Большой Эдди Мартофф появился из двери в левом углу с картонной папкой в руке. Положив папку на стол, он подошел к Даффи и Георгиу. Эдди оказался выше Даффи, что было неудивительно — большинство мужчин были выше Даффи. Однако росту в нем было не больше метра восьмидесяти, да и мощным телосложением он не отличался. «Большим» Эдди явно был для улицы, чтобы произвести впечатление на тех, кто никогда его не видел. На самом деле это был привлекательный мужчина лет тридцати пяти: темные волнистые волосы, довольно бледный, карие глаза, широкие скулы, лицо удлиненное. С виду Эдди Мартоффа можно было принять за владельца дорогой галереи современного искусства. Светло-синий костюм из легкой шерсти, светло-бежевая рубашка на пуговицах классического фасона, французский галстук, дорогие туфли.
— Вам нравится мой кабинет, господин Райт?
— Вполне.
— Люблю эту комнату. Особенно морландовские гравюры.[13] По-моему, они сюда отлично подходят, — речь его соответствовала внешнему виду: мягкая, гладкая, дорогая. Старик Мартофф наверняка оставил сыну приличную сумму на образование, не мог не отметить Даффи. — У окон тоже очень удобно. Сами понимаете, в этой части Лондона подобное — редкость. Стоит присесть на одну из этих кушеток и ощутить лучи солнца на лице — сразу расслабляешься и забываешь о делах.
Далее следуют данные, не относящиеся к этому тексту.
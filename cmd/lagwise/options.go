package main

import (
	"errors"
	"flag"
	"fmt"
	"io"
	"path/filepath"
	"slices"
	"strconv"
	"strings"
	"time"

	"lagwise/lint/dataset"
	"lagwise/lint/engine"
	"lagwise/lint/finding"
	"lagwise/rules"
)

var errHelp = errors.New("help was asked for")

// options are those that the batch commands share.
type options struct {
	as          string
	also        []output
	holdAt      finding.Severity
	onDate      string
	dataRoots   []string
	workers     int
	conventions string
	quiet       bool
	named       string
	known       string
	textOnly    bool
	limits      dataset.Limits
	paths       []string
}

// output is one --also FORMAT=FILE.
type output struct{ format, file string }

// flags is the parser of one command.
type flags struct {
	*flag.FlagSet
	formats []string
	also    list
	holdAt  string
	roots   list
	limits  list
}

// list is an option that may be given several times.
type list []string

func (l *list) String() string     { return strings.Join(*l, " ") }
func (l *list) Set(s string) error { *l = append(*l, s); return nil }

func newFlags(command string, s streams, o *options, formats ...string) *flags {
	f := &flags{FlagSet: flag.NewFlagSet("lagwise "+command, flag.ContinueOnError), formats: formats}
	f.SetOutput(io.Discard)
	f.StringVar(&o.as, "as", "text", "the form of the output: "+strings.Join(formats, ", "))
	f.Var(&f.also, "also", "FORMAT=FILE: write this form to a file too (repeatable)")
	f.StringVar(&o.onDate, "on-date", time.Now().Format(time.DateOnly), "the day on which deviations are judged, YYYY-MM-DD")
	f.Var(&f.roots, "data-root", "a folder outside the root that data may stand in (repeatable)")
	f.Var(&f.limits, "limit", "NAME=N: raise a limit on data files, by the name that its message gives (repeatable)")
	f.IntVar(&o.workers, "workers", 0, "how many computations run at a time (0: one a processor)")
	f.StringVar(&o.conventions, "conventions", "", "this conventions file instead of those that are found")
	f.BoolVar(&o.quiet, "quiet", false, "print nothing but what was asked for")
	f.Usage = func() {
		fmt.Fprintf(s.out, "lagwise %s\n\n", command)
		f.SetOutput(s.out)
		f.PrintDefaults()
	}
	return f
}

// parse takes options and paths in any order.
func (f *flags) parse(args []string, o *options) error {
	for len(args) > 0 {
		if err := f.Parse(args); err != nil {
			if errors.Is(err, flag.ErrHelp) {
				return errHelp
			}
			return &usageError{err.Error()}
		}
		rest := f.Args()
		if len(rest) == 0 {
			break
		}
		o.paths = append(o.paths, rest[0])
		args = rest[1:]
	}
	return f.check(o)
}

func (f *flags) check(o *options) error {
	if !slices.Contains(f.formats, o.as) {
		return &usageError{fmt.Sprintf("--as takes %s, not %q", strings.Join(f.formats, ", "), o.as)}
	}
	for _, a := range f.also {
		format, file, ok := strings.Cut(a, "=")
		if !ok || file == "" || !slices.Contains(f.formats, format) {
			return &usageError{fmt.Sprintf("--also takes FORMAT=FILE with a format of %s, not %q", strings.Join(f.formats, ", "), a)}
		}
		o.also = append(o.also, output{format, file})
	}
	if _, err := time.Parse(time.DateOnly, o.onDate); err != nil {
		return &usageError{fmt.Sprintf("--on-date takes YYYY-MM-DD, not %q", o.onDate)}
	}
	if f.holdAt != "" {
		held, ok := finding.ParseSeverity(f.holdAt)
		if !ok || held == finding.None {
			return &usageError{fmt.Sprintf("--hold-at takes error, warning, information or hint, not %q", f.holdAt)}
		}
		o.holdAt = held
	}
	if o.workers < 0 {
		return &usageError{fmt.Sprintf("--workers takes 0 or more, not %d", o.workers)}
	}
	o.dataRoots = f.roots
	return f.raise(o)
}

// raise takes in the limits that a person raised.
func (f *flags) raise(o *options) error {
	o.limits = dataset.DefaultLimits()
	for _, l := range f.limits {
		name, number, _ := strings.Cut(l, "=")
		to, err := strconv.ParseInt(number, 10, 64)
		if err == nil {
			err = o.limits.Raise(name, to)
		}
		if err != nil {
			return &usageError{fmt.Sprintf("--limit takes NAME=N, not %q: %v", l, err)}
		}
	}
	return nil
}

// engine makes the engine that the options describe.
func (o *options) engine() (*engine.Engine, error) {
	conventions := o.conventions
	if conventions != "" {
		abs, err := filepath.Abs(conventions)
		if err != nil {
			return nil, err
		}
		conventions = abs
	}
	return engine.New(engine.Options{Rules: rules.All(), Workers: o.workers, OnDate: o.onDate, DataRoots: o.dataRoots,
		Conventions: conventions, Limits: o.limits, Version: version}), nil
}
— Надеюсь, пол звуконепроницаемый, — Даффи вспомнил про рычанье овчарок и звук выбиваемого ковра, многократно усиленные аппаратурой внизу. И еще подумал, что, несмотря на плохое качество записи, Сальваторе и Мартофф, без сомнения, одно лицо.
— Да, конечно, вы зашли с черного кода, как торговый агент. Слышал, по дороге сюда вы блестяще проинструктировали одного из наших стажеров.
— Думаю, уходить я буду через парадный вход, если вы не против.
— Господин Райт, давайте сначала обсудим наше дело. — Эдди сел за стол, указав Даффи на диван. Сиденье дивана располагалось ощутимо ниже уровня стола. «Старый директорский приемчик, — подумал Даффи. — Ладно, если ему это необходимо, пусть будет так». Георгиу пристроил свою тушу у окна.
— Я вас слушаю, господин Райт.
— Маккехни говорит, вы слишком сильно его прижали. Маккехни говорит, у него сейчас проблемы с финансами, дела идут неважно. Маккехни спрашивает, не могли бы вы дать ему передышку. Маккехни спрашивает, что вам от него нужно.
Мартофф негромко рассмеялся:
— Господин Райт, вы сами-то осознаете, что каждая ваша фраза начинается со слов «Маккехни говорит…». Похоже на игру, в которую мы играли в детстве «О'Грэйди говорит».[14] Правила, надеюсь, те же, и мне не придется выполнять все, что говорит Маккехни. Такой поворот дел изрядно бы меня разочаровал. А вы-то сами что говорите?
— Я говорю то же самое — вы слишком сильно его прижали. Еще немного — и вы будете, что называется, камень доить.
— Поправьте, если я ошибаюсь, господин Райт, но вы сюда не благотворительности ради пришли, так ведь? Вы, как я полагаю, не являетесь старым другом Маккехни, который случайно стал свидетелем происходящего, проникся сочувствием к его горю и пришел за него попросить. Как я понимаю, ситуация совсем иная. Вы ведь получаете вознаграждение от Маккехни за свои услуги, или я не прав? Но разве вам платят за то, чтобы вы здесь расписывали, насколько Маккехни обнищал?
— Нет, сами знаете.
Мартофф расплылся в улыбке:
— Не будем отвлекаться. Хочу отметить, что в данной ситуации именно вы пытаетесь выжать из него сальца. Значит, Маккехни наверняка мог бы с легкостью отдать мне то, что перепадает вам, правда ведь? — Мартофф вздохнул и погладил бронзового лебедя. — Меня всегда печалит, господин Райт, как часто люди лгут насчет денег. С крестьянами это еще можно понять, но в бизнесе… Боюсь, я слишком большой идеалист в своем деле. Поразительно: люди начинают визжать, будто им яйца выдавливают, когда я только слегка сдавил апельсиновую кожуру между большим и указательным пальцем, как это делает хозяйка на рынке.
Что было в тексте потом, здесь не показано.